DIRECTIONS FOR THIS TASK. Print the following entries without any change.

INFORMATION SUPPLIED.
def test_given_coefficient_scales_the_conductor_image():
    # reflection_coefficient Gamma: reflected field = -Gamma x conductor image (our convention,
    # Gamma = -1 behaves as metal).
    src = HertzianDipole([0.0, 0.0, 0.3], [1.0, 0.0, 1.0])
    pts = np.random.default_rng(3).uniform([-1, -1, 0.0], [1, 1, 1], (50, 3))
    ((em, hm),) = reflected_fields(src, [metal([0, 0, 0], [0, 0, 1])], pts, F_HZ)
    for g in (-1.0, -0.5, 0.3):
        r = Reflector([0, 0, 0], [0, 0, 1], reflection_coefficient=g)
        ((eg, hg),) = reflected_fields(src, [r], pts, F_HZ)
        assert np.allclose(eg, -g * em) and np.allclose(hg, -g * hm)


# ---------------------------------------------------------------- the PEC corner
def test_ninety_degree_corner_is_the_classical_three_image_solution():
    # Balanis, Antenna Theory 4th ed., ch. 15 (corner reflector): a 90-degree conducting
    # corner is solved exactly by three images: the two mirror images (moments -M_w p and
    # -M_f p) and the double image at M_f M_w s with moment +M_f M_w p.
    floor = metal([0, 0, 0], [0, 0, 1], "floor")
    wall = metal([0, 0, 0], [1, 0, 0], "wall")
    axis = np.array([0.5, 0.4, 0.77])
    s = np.array([0.21, 0.05, 0.14])
    src = HertzianDipole(s, axis)
    mw, mf = wall.mirror_matrix, floor.mirror_matrix
    explicit = [
        HertzianDipole(mw @ s, -(mw @ axis)),
        HertzianDipole(mf @ s, -(mf @ axis)),
        HertzianDipole(mf @ mw @ s, mf @ mw @ axis),
    ]
    rng = np.random.default_rng(11)
    pts = rng.uniform([0.0, -0.5, 0.0], [0.8, 0.5, 0.8], (400, 3))
    images = reflected_fields(src, [floor, wall], pts, F_HZ, order=2)
    assert image_labels([floor, wall], order=2) == ["floor", "wall", "floor>wall", "wall>floor"]
    assert len(images) == 4
    e_sum = src.fields(pts)[0] + sum(ei for ei, _ in images)
    h_sum = src.fields(pts)[1] + sum(hi for _, hi in images)
    e_ref = src.fields(pts)[0] + sum(d.fields(pts)[0] for d in explicit)
    h_ref = src.fields(pts)[1] + sum(d.fields(pts)[1] for d in explicit)
    assert np.allclose(e_sum, e_ref, rtol=1e-10, atol=1e-10 * np.abs(e_ref).max())
    assert np.allclose(h_sum, h_ref, rtol=1e-10, atol=1e-10 * np.abs(h_ref).max())
    # Exactly one of the two second-order paths exists at each point.
    on_fw = np.linalg.norm(images[2][0], axis=1) > 0
    on_wf = np.linalg.norm(images[3][0], axis=1) > 0
    assert np.all(on_fw ^ on_wf)
    # Tangential E vanishes on both walls.
    for plane, grid in (
        (floor, np.column_stack([rng.uniform(0, 0.8, 60), rng.uniform(-0.5, 0.5, 60), 0 * np.ones(60)])),
        (wall, np.column_stack([0 * np.ones(60), rng.uniform(-0.5, 0.5, 60), rng.uniform(0, 0.8, 60)])),
    ):  # fmt: skip
        imgs = reflected_fields(src, [floor, wall], grid, F_HZ, order=2)
        e_tot = src.fields(grid)[0] + sum(ei for ei, _ in imgs)
        tangential = np.cross(plane.normal, e_tot)
        assert np.max(np.linalg.norm(tangential, axis=1)) < 1e-9 * np.abs(e_tot).max()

RESULT FOR THIS EXERCISE.
def test_given_coefficient_scales_the_conductor_image():
    # reflection_coefficient Gamma: reflected field = -Gamma x conductor image (our convention,
    # Gamma = -1 behaves as metal).
    src = HertzianDipole([0.0, 0.0, 0.3], [1.0, 0.0, 1.0])
    pts = np.random.default_rng(3).uniform([-1, -1, 0.0], [1, 1, 1], (50, 3))
    ((em, hm),) = reflected_fields(src, [metal([0, 0, 0], [0, 0, 1])], pts, F_HZ)
    for g in (-1.0, -0.5, 0.3):
        r = Reflector([0, 0, 0], [0, 0, 1], reflection_coefficient=g)
        ((eg, hg),) = reflected_fields(src, [r], pts, F_HZ)
        assert np.allclose(eg, -g * em) and np.allclose(hg, -g * hm)


# ---------------------------------------------------------------- the PEC corner
def test_ninety_degree_corner_is_the_classical_three_image_solution():
    # Balanis, Antenna Theory 4th ed., ch. 15 (corner reflector): a 90-degree conducting
    # corner is solved exactly by three images: the two mirror images (moments -M_w p and
    # -M_f p) and the double image at M_f M_w s with moment +M_f M_w p.
    floor = metal([0, 0, 0], [0, 0, 1], "floor")
    wall = metal([0, 0, 0], [1, 0, 0], "wall")
    axis = np.array([0.5, 0.4, 0.77])
    s = np.array([0.21, 0.05, 0.14])
    src = HertzianDipole(s, axis)
    mw, mf = wall.mirror_matrix, floor.mirror_matrix
    explicit = [
        HertzianDipole(mw @ s, -(mw @ axis)),
        HertzianDipole(mf @ s, -(mf @ axis)),
        HertzianDipole(mf @ mw @ s, mf @ mw @ axis),
    ]
    rng = np.random.default_rng(11)
    pts = rng.uniform([0.0, -0.5, 0.0], [0.8, 0.5, 0.8], (400, 3))
    images = reflected_fields(src, [floor, wall], pts, F_HZ, order=2)
    assert image_labels([floor, wall], order=2) == ["floor", "wall", "floor>wall", "wall>floor"]
    assert len(images) == 4
    e_sum = src.fields(pts)[0] + sum(ei for ei, _ in images)
    h_sum = src.fields(pts)[1] + sum(hi for _, hi in images)
    e_ref = src.fields(pts)[0] + sum(d.fields(pts)[0] for d in explicit)
    h_ref = src.fields(pts)[1] + sum(d.fields(pts)[1] for d in explicit)
    assert np.allclose(e_sum, e_ref, rtol=1e-10, atol=1e-10 * np.abs(e_ref).max())
    assert np.allclose(h_sum, h_ref, rtol=1e-10, atol=1e-10 * np.abs(h_ref).max())
    # Exactly one of the two second-order paths exists at each point.
    on_fw = np.linalg.norm(images[2][0], axis=1) > 0
    on_wf = np.linalg.norm(images[3][0], axis=1) > 0
    assert np.all(on_fw ^ on_wf)
    # Tangential E vanishes on both walls.
    for plane, grid in (
        (floor, np.column_stack([rng.uniform(0, 0.8, 60), rng.uniform(-0.5, 0.5, 60), 0 * np.ones(60)])),
        (wall, np.column_stack([0 * np.ones(60), rng.uniform(-0.5, 0.5, 60), rng.uniform(0, 0.8, 60)])),
    ):  # fmt: skip
        imgs = reflected_fields(src, [floor, wall], grid, F_HZ, order=2)
        e_tot = src.fields(grid)[0] + sum(ei for ei, _ in imgs)
        tangential = np.cross(plane.normal, e_tot)
        assert np.max(np.linalg.norm(tangential, axis=1)) < 1e-9 * np.abs(e_tot).max()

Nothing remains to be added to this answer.